FBI's terrorist watch list far from ready, chief says


WASHINGTON -- The FBI still has not assembled an accurate terrorist watch list, and it will be "some time" before it does, FBI Director Robert S. Mueller III told Congress yesterday.

The watch list operation came under fire last year from the Justice Department's Inspector General for inaccuracies, and Mueller said it would take years to fix because verifying 200,000 names on a dozen lists is time consuming.

Mueller defended his counterterrorism and civil liberties record, and renewed his campaign against a separate domestic intelligence agency before a Senate committee yesterday that questioned him about turnover in his intelligence division, government prosecution of reporters and National Security Agency wiretaps.

Mueller reported "significant progress" in developing a domestic intelligence division at the FBI but acknowledged that "some harbor doubts about the FBI's ability to transform itself into a leading intelligence agency."

Later, former senior CIA analyst John Gannon recommended that Congress beef up the Homeland Security Department's intelligence wing and put it in charge of domestic intelligence.

"Approaching five years after 9/11, we still do not have a domestic intelligence service that can collect effectively against the terrorist threat to the homeland," he said.

Democratic Sen. Dianne Feinstein of California said she was concerned about turnover at the FBI, noting that there have been six counterterrorism managers in the past five years. The current head, Gary M. Bald, recently announced that he is stepping down after eight months at the new National Security Branch.
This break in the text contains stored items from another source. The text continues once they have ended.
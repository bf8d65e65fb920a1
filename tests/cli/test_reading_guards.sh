#!/usr/bin/env bash
# Reading guards: inputs that used to give a silently wrong summary.
#  1. a header repeated at the start of a gzip member or zstd frame
#     (`cat a.csv.gz b.csv.gz`) or of a later file is skipped, counted and
#     reported by info (text and JSON), the same at every -j and chunk size;
#  2. a column whose exact value table holds several values is never flagged
#     constant (30-digit IDs that round to one double);
#  3. --missing spellings of 63, 64, 65 and 1024 bytes match; 1025 is refused;
#  4. trim refuses an empty keep list;
#  5. duplicate column names: one warning line at scan time, every name-based
#     option refuses an ambiguous name with exit 2 (and an unknown --carry
#     name, in trim and project alike);
#  6. input that is not text (random bytes, NUL bytes) stops the scan with
#     exit 3 unless --force; real CSV (tabs, CRLF, Latin-1, a UTF-8 BOM,
#     UTF-8 text) passes;
#  7. a message about a file under a long path (1,500 bytes and more) keeps its
#     reason: the path is cut in its middle, not the message at its end.
# Expected counts are worked by hand from the inputs this script writes (the
# outside reference: the inputs' own construction, counted with wc/grep).
set -u
cd "$(dirname "$0")/../.." || exit 1
. tests/cli/common.sh
cli_setup reading-guards || exit 0

json_field() { # json_field FILE KEY: the first integer value of "KEY": in FILE
    sed -n "s/^ *\"$2\": \([0-9]*\),*$/\1/p" "$1" | head -n 1
}

# ---- 1. repeated headers ---------------------------------------------------
{
    echo 'id,x,label'
    for i in $(seq 1 200); do echo "$i,$((i % 7)).5,c$((i % 2))"; done
} >"$T/a.csv"
gzip -c "$T/a.csv" >"$T/a.csv.gz"
cat "$T/a.csv.gz" "$T/a.csv.gz" >"$T/aa.csv.gz"
zstd -q -c "$T/a.csv" >"$T/a.csv.zst"
cat "$T/a.csv.zst" "$T/a.csv.zst" "$T/a.csv.zst" >"$T/aaa.csv.zst"
# A member that does not start with the header: its first line is data.
tail -n +2 "$T/a.csv" | gzip -c >"$T/body.csv.gz"
cat "$T/a.csv.gz" "$T/body.csv.gz" >"$T/ab.csv.gz"
# A header line in the middle of a member is data (only boundaries are checked).
{ cat "$T/a.csv"; head -n 1 "$T/a.csv"; echo '201,1.5,c1'; } | gzip -c >"$T/mid.csv.gz"
# A member boundary inside a record (bgzip-like): nothing skipped.
head -c 1000 "$T/a.csv" | gzip -c >"$T/p1.gz"
tail -c +1001 "$T/a.csv" | gzip -c >"$T/p2.gz"
cat "$T/p1.gz" "$T/p2.gz" >"$T/split.csv.gz"
# CRLF files and a byte-order mark at a member's start.
sed 's/$/\r/' "$T/a.csv" | gzip -c >"$T/crlf.csv.gz"
{ printf '\357\273\277'; cat "$T/a.csv"; } | gzip -c >"$T/bom.csv.gz"
cat "$T/crlf.csv.gz" "$T/crlf.csv.gz" >"$T/crlf2.csv.gz"
cat "$T/bom.csv.gz" "$T/bom.csv.gz" >"$T/bom2.csv.gz"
Mueller said the FBI has been losing its managers to higher-paying jobs in industry. But Feinstein said Mueller should obtain commitments from his top managers to remain on the job for a couple of years.

Mueller's testimony also served as an opportunity for senators to voice frustration with the Bush administration's assertions of executive authority.

Sen. Arlen Specter, a Pennsylvania Republican who chairs the Judiciary Committee, complained that "the attorney general won't tell us anything" about the NSA wiretapping program.

Specter said it is time for Congress to assess whether "modification or clarification of those statutes" governing the prosecution of reporters in leak cases is needed. He added that the media do more government oversight than his committee.